- Operation Kamin: Part of the War in Afghanistan (2001–2021)
| Date | May 26, 2007 |
| Location | Kandahar Province, Afghanistan |
| Result | Taliban victory |

Belligerents
- Islamic Republic of Afghanistan NATO: Taliban

Commanders and leaders

Casualties and losses
- 21 killed 9 wounded: 56–76 killed 1 suicide

= Operation Kamin =

2007 insurgent offensive in Afghanistan

Operation Kamin ("Ambush" in Persian) was an offensive launched by Taliban insurgents in May 2007 which aimed to kill American-backed government forces and foreign troops in Kandahar.

==Attacks==
The operation opened with an ambush on an Afghan National Police convoy on May 26, killing two officers and wounding three others.

Taliban spokesman Qari Yousef Ahmadi phoned the media the following day, explaining the new operation's goals. That day, another attack left six police officers dead, from a mixture of explosives and gunfire. A suicide bomber also detonated himself 50 metres from the office of Governor Asadullah Khalid, wounding three security forces and a civilian passerby.

The Chenar village in the Shah Wali Kot District was the site of a four-hour gunbattle that pitched militants against Coalition forces as well as members of the ANA's 2nd Kandak, 1st Brigade, 209th Corps on June 4. When air support arrived and bombed three militant positions, it was estimated that 24 fighters were killed.

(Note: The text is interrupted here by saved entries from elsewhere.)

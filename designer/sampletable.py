"""The table of samples on the run sheet: when each is due, what to read, what it is for.

One row for each sample and reading, one column for each candidate by its letter; the time at which
the sample was really drawn is left blank.
"""

from __future__ import annotations

from collections.abc import Sequence
from itertools import groupby
from string import ascii_uppercase

from designer import wording
from designer.outcomes import PlannedRun, Predicted, Sample
from designer.records import Reading, Study
from designer.wording import clock, columns, wrapped

BLANK = "_______"


def letters(study: Study) -> dict[str, str]:
    """A letter for each candidate, in the order of the file."""
    names = [candidate.name for candidate in study.candidates]
    return {
        name: ascii_uppercase[i] if i < 26 else f"{ascii_uppercase[i // 26 - 1]}{ascii_uppercase[i % 26]}"
        for i, name in enumerate(names)
    }


def sample_table(study: Study, run: PlannedRun) -> list[str]:
    """One row for each sample and reading; its purpose below it."""
    if not run.samples:
        return []
    names = {reading.name: reading for reading in study.readings}
    codes = letters(study)
    taken = len(run.samples) if run.length is None else sum(1 for s in run.samples if _is_drawn(study, s))
    several = len({p.reading for sample in run.samples for p in sample.predicted}) > 1
    candidates = [
        name for name in codes if any(p.candidate == name for s in run.samples for p in s.predicted)
    ]
    head = ["sample", "time", *(["actual"] if taken else []), *(["reading"] if several else [])]
    kept = len(head)
    head += [codes[name] for name in candidates]
    rows, purposes, number = [], [], 0
    for sample in run.samples:
        drawn = run.length is None or _is_drawn(study, sample)
        number += drawn
        label = f"{run.number}-{number}" if drawn else "read"
        first = [label, clock(sample.time, study.time_unit), *([BLANK if drawn else ""] if taken else [])]
        for reading, row in _by_reading(sample, names, candidates):
            rows.append([*first, *([reading] if several else []), *row])
            first = [""] * len(first)
        purposes.append((len(rows), sample.purpose))
    return [_units(study, run), *_interleaved(columns(head, rows, kept), rows, purposes)]


def _is_drawn(study: Study, sample: Sample) -> bool:
    """Whether this is a sample drawn by hand, not a moment of a recorded signal."""
    recorded = {reading.name for reading in study.readings if reading.every}
    return any(predicted.reading not in recorded for predicted in sample.predicted)


def _by_reading(
    sample: Sample, names: dict[str, Reading], candidates: Sequence[str]
) -> list[tuple[str, list[str]]]:
    """(reading, one cell for each candidate)."""
    found = []
    ordered = sorted(sample.predicted, key=lambda p: list(names).index(p.reading))
    for name, group in groupby(ordered, key=lambda p: p.reading):
        cells = {predicted.candidate: cell(predicted, names[name]) for predicted in group}
        found.append((name, [cells.get(candidate, "") for candidate in candidates]))
    return found


def cell(predicted: Predicted, reading: Reading) -> str:
    """``16.1 (81 %)``, ``<0.1``, ``>1.5``: a predicted reading without its unit."""
    if predicted.censored == "below" and reading.lowest is not None:
        return f"<{wording.amount(reading.lowest, reading.unit).split(' ')[0]}"
    if predicted.censored == "above" and reading.highest is not None:
        return f">{wording.amount(reading.highest, reading.unit).split(' ')[0]}"
    shown = wording.reading(predicted.mean, predicted.error, reading.unit)
    return shown if predicted.left is None else f"{shown} ({_left(predicted)} %)"


def _left(predicted: Predicted) -> str:
    """Per cent left, to the digits of the instrument's error and no finer than 1 %."""
    assert predicted.left is not None
    error = predicted.error * predicted.left / predicted.mean if predicted.mean else 0.0
    shown = wording.to_error(100 * predicted.left, max(100 * error, 1.0))
    return "<1" if shown == "0" else shown


def _units(study: Study, run: PlannedRun) -> str:
    """What the columns of letters hold, in the order of the file."""
    read = {p.reading for sample in run.samples for p in sample.predicted}
    left = {p.reading for sample in run.samples for p in sample.predicted if p.left is not None}
    told = [
        f"{reading.name} in {reading.unit or 'its own number'}"
        + (" (and % left)" if reading.name in left else "")
        for reading in study.readings
        if reading.name in read
    ]
    return f"  predicted by each candidate: {wording.listed(told)}"


def _interleaved(
    table: list[str], rows: Sequence[Sequence[str]], purposes: Sequence[tuple[int, str]]
) -> list[str]:
    """The table with the purpose of each sample below its last row (in the first block of columns)."""
    first, rest = table[: len(rows) + 1], table[len(rows) + 1 :]
    lines, place = [first[0]], 1
    for end, purpose in purposes:
        lines += first[place : end + 1]
        lines += wrapped(purpose, " " * 10, " " * 12) if purpose else []
        place = end + 1
    return [*lines, *([""] if rest else []), *rest]
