"""From a folder to a study: the paper's reading and the wiring's checking, joined."""

from __future__ import annotations

from pathlib import Path

from designer import checking, studyfile
from designer.records import Study


def load_study(path: str | Path) -> Study:
    """The study in the folder ``path`` (or in the file ``path``).

    Raises StudyFileError, holding every problem found.
    """
    return checking.build(studyfile.read(path))
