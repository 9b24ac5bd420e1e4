import { deflateSync } from "node:zlib";
import { describe, expect, test } from "vitest";
import { canonicalJson } from "../../server/case/canonical.js";
import { readCase } from "../../server/case/read.js";
import { recordBytes } from "../../server/records/attach.js";
import { screen } from "../../server/screening/screen.js";
import { renderSheet } from "../../server/sheet/render.js";
import { type Recompute, verifySheet } from "../../server/sheet/verify.js";
import { inventedDocument } from "./invented.js";
import { pageTexts } from "./readPdf.js";

// Quick findings keep these tests fast; verification compares whatever it is given the means to recompute.
const recompute: Recompute = (model, digest) => screen(model, { digest, depth: "quick" });

function sheetInput(document: typeof inventedDocument) {
  const read = readCase(document);
  if (!read.ok) throw new Error(JSON.stringify(read.faults));
  const { model, digest } = read;
  return { document, model, findings: screen(model, { digest, depth: "quick" }), paper: "A4" as const };
}

const honest = sheetInput(inventedDocument);
const sheet = renderSheet(honest);
const verify = (file: Buffer) => verifySheet(file, recompute);
const sentences = async (file: Buffer) =>
  (await verify(file)).checks.map((check) => check.sentence).join(" ");

/** Bounds of the content stream of a page, and of the attached record, in the bytes of a sheet. */
async function streamBounds(dictionary: RegExp): Promise<{ from: number; to: number }> {
  const text = (await sheet).toString("latin1");
  const found = dictionary.exec(text);
  if (found === null) throw new Error("no such object");
  const from = text.indexOf("stream\n", found.index) + 7;
  return { from, to: text.indexOf("\nendstream", from) };
}

async function flipped(at: number): Promise<Buffer> {
  const copy = Buffer.from(await sheet);
  copy.writeUInt8(copy.readUInt8(at) ^ 1, at);
  return copy;
}

describe("a sheet verifies", () => {
  test("when it is as the program printed it, on either paper", async () => {
    for (const paper of ["A4", "Letter"] as const) {
      const { verified, checks } = await verify(await renderSheet({ ...honest, paper }));
      expect(checks.map((check) => [check.name, check.passed])).toEqual([
        ["record", true],
        ["inputs", true],
        ["findings", true],
        ["pages", true],
      ]);
      expect(verified).toBe(true);
    }
  });

  test("when it was filed, with its place in the register printed on it", async () => {
    const filing = {
      number: 12,
      revision: 2,
      supersedes: 7,
      filedAt: "2026-01-02T03:04:05.000Z",
      previousDigest: "ab".repeat(32),
    };
    const filed = await renderSheet({ ...honest, filing });
    expect((await verify(filed)).verified).toBe(true);
    const pages = await pageTexts(filed);
    for (const text of ["No. 12, revision 2", "No. 7"]) expect(pages[0]).toContain(text);
    expect(pages.at(-1)).toContain(filing.previousDigest);
    for (const page of pages) expect(page).toContain("No. 12, revision 2");
    const moved = { ...filing, number: 13 };
    const forged = await withRecord(filed, recordBytes(honest.document, honest.findings, moved));
    expect((await verify(forged)).verified).toBe(false);
  });

  test("by its record alone as far as inputs and findings go", async () => {
    const { verified, checks } = await verify(recordBytes(honest.document, honest.findings));
    expect(verified).toBe(true);
    expect(checks.map((check) => check.name)).toEqual(["record", "inputs", "findings"]);
  });
});

describe("a sheet is refused", () => {
  test("with one byte of its attachment changed", async () => {
    const { from, to } = await streamBounds(/\/Type \/EmbeddedFile/);
    for (const at of [from + 3, Math.floor((from + to) / 2), to - 1]) {
      expect((await verify(await flipped(at))).verified).toBe(false);
    }
    expect(await sentences(await flipped(Math.floor((from + to) / 2)))).toContain(
      "The record in the PDF is broken.",
    );
  });

  test("with one digit of the findings changed, which it names", async () => {
    const { findings } = honest;
    const mtsr_K = (findings.temperatures.mtsr_K ?? 0) * (1 + 1e-9);
    const altered = { ...findings, temperatures: { ...findings.temperatures, mtsr_K } };
    const text = await sentences(await renderSheet({ ...honest, findings: altered }));
    expect(text).toContain("/temperatures/mtsr_K differ");
    expect(text).toContain("1.00×10⁻⁹");
    expect(await sentences(recordBytes(honest.document, altered))).toContain("/temperatures/mtsr_K differ");
  });

  test("with an input changed under the old findings", async () => {
    const document = { ...inventedDocument, vessel: { ...inventedDocument.vessel, agitatorPower: "3 kW" } };
    expect(await sentences(recordBytes(document, honest.findings))).toContain("The inputs were changed");
  });

  test("with a printed figure changed, and says on which page", async () => {
    const { findings } = honest;
    const warmer = {
      ...findings,
      temperatures: { ...findings.temperatures, mtt_K: findings.temperatures.mtt_K + 10 },
    };
    // The pages of one case around the record of another: what a forger would make.
    const forged = await withRecord(
      await renderSheet({ ...honest, findings: warmer }),
      recordBytes(honest.document, findings),
    );
    const { verified, checks } = await verify(forged);
    expect(verified).toBe(false);
    expect(checks.filter((check) => !check.passed).map((check) => check.name)).toEqual(["pages"]);
    expect(checks.at(-1)?.sentence).toMatch(/page 1, .*differ from what the program prints/);
  });

  test("with one byte changed anywhere else", async () => {
    const { length } = await sheet;
    const between = (await sheet).indexOf("\nendobj\n", length / 3) + 7;
    const places = Array.from({ length: 24 }, (_, part) => Math.floor(((part + 0.5) / 24) * length));
    for (const at of [between, 12, length - 2, ...places]) {
      expect([at, (await verify(await flipped(at))).verified]).toEqual([at, false]);
    }
  });

  test("with something added behind its end, or its end missing", async () => {
    const bytes = await sheet;
    expect((await verify(Buffer.concat([bytes, Buffer.from("\n1 0 obj\n")]))).verified).toBe(false);
    expect((await verify(bytes.subarray(0, bytes.length - 40))).verified).toBe(false);
  });

  test("without a record, with the record of a later format, and when it is no sheet at all", async () => {
    expect(await sentences(Buffer.from("%PDF-1.7\nnothing else"))).toContain("end of the PDF is missing");
    expect(await sentences(Buffer.from("GIF89a"))).toBe("This is not a PDF.");
    expect(await sentences(Buffer.alloc(0))).toBe("This is not a PDF.");
    const later = canonicalJson({ format: "thermal-window/record-9", case: {}, findings: {} });
    expect(await sentences(Buffer.from(later))).toContain("thermal-window/record-9");
    expect(await sentences(Buffer.from('{"format":'))).toContain("not JSON text");
    expect(await sentences(Buffer.from('{"case": 1}'))).toContain("canonical form");
    const broken = canonicalJson({ format: "thermal-window/record-1", case: { title: 7 }, findings: {} });
    expect(await sentences(Buffer.from(broken))).toContain("The case in the record is refused");
  });

  test("with an attachment that unpacks to more than any record, in bounded memory", async () => {
    const bomb = deflateSync(Buffer.alloc(200 * 1024 * 1024));
    const before = process.memoryUsage().arrayBuffers;
    expect(await sentences(await withRecord(await sheet, bomb, true))).toContain(
      "The record in the PDF is broken.",
    );
    expect(process.memoryUsage().arrayBuffers - before).toBeLessThan(100 * 1024 * 1024);
  });
});

test("a sheet of another version is verified as far as the two agree, and says so", async () => {
  const findings = { ...honest.findings, program: { name: "thermal-window", version: "0.0.1" } };
  const same = await renderSheet({ ...honest, findings });
  expect((await verify(same)).verified).toBe(true);
  const heat = { ...findings.heat, adiabaticRise_K: findings.heat.adiabaticRise_K + 1 };
  const text = await sentences(await renderSheet({ ...honest, findings: { ...findings, heat } }));
  expect(text).toContain("written by thermal-window 0.0.1");
});

/** The same PDF around another attachment, with a table of offsets that fits. */
async function withRecord(pdf: Buffer, record: Buffer, packed = false): Promise<Buffer> {
  const text = pdf.toString("latin1");
  const objects = [...text.matchAll(/^(\d+) 0 obj\n/gm)].filter((match) => Number(match[1]) > 0);
  const xref = text.lastIndexOf("\nxref\n") + 1;
  const parts: Buffer[] = [pdf.subarray(0, objects[0]?.index ?? 0)];
  const offsets = new Map<number, number>();
  let length = parts[0]?.length ?? 0;
  objects.forEach((match, index) => {
    const end = objects[index + 1]?.index ?? xref;
    let body = pdf.subarray(match.index, end);
    const head = body.toString("latin1", 0, 40);
    if (head.includes("/Type /EmbeddedFile")) {
      const stream = packed ? record : deflateSync(record);
      body = Buffer.concat([
        Buffer.from(
          `${match[1]} 0 obj\n<<\n/Type /EmbeddedFile\n/Subtype /application#2Fjson\n/Length ${stream.length}\n/Filter /FlateDecode\n>>\nstream\n`,
        ),
        stream,
        Buffer.from("\nendstream\nendobj\n"),
      ]);
    }
    offsets.set(Number(match[1]), length);
    parts.push(body);
    length += body.length;
  });
  const table = text.slice(xref).replace(/startxref\n\d+/, `startxref\n${length}`);
  let id = -1;
  const moved = table.replace(/^\d{10} (\d{5}) ([nf]) $/gm, (line) => {
    id++;
    const offset = offsets.get(id);
    return offset === undefined ? line : `${String(offset).padStart(10, "0")} 00000 n `;
  });
  return Buffer.concat([...parts, Buffer.from(moved, "latin1")]);
}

On June 5, Afghan National Army forces were ambushed by militants, who killed two of the soldiers and wounded three others, before air support killed 20-40 of the attacking militants. That evening, a pair of improvised explosive devices were detonated, failing to harm a National Directorate of Security intelligence vehicle and an Iranian consular vehicle.

Kandahar's deputy police chief, General Mohammad Daud Saleh, was killed in a drive-by shooting by insurgents on a motorcycle, making him the most senior police official killed in the province.

On June 8, a militant attack against the district office in Ghorak, Kandahar killed five police officers, but left twelve militants dead.

The following day, five more police were killed when their vehicle was struck by a rocket-propelled grenade early in the morning.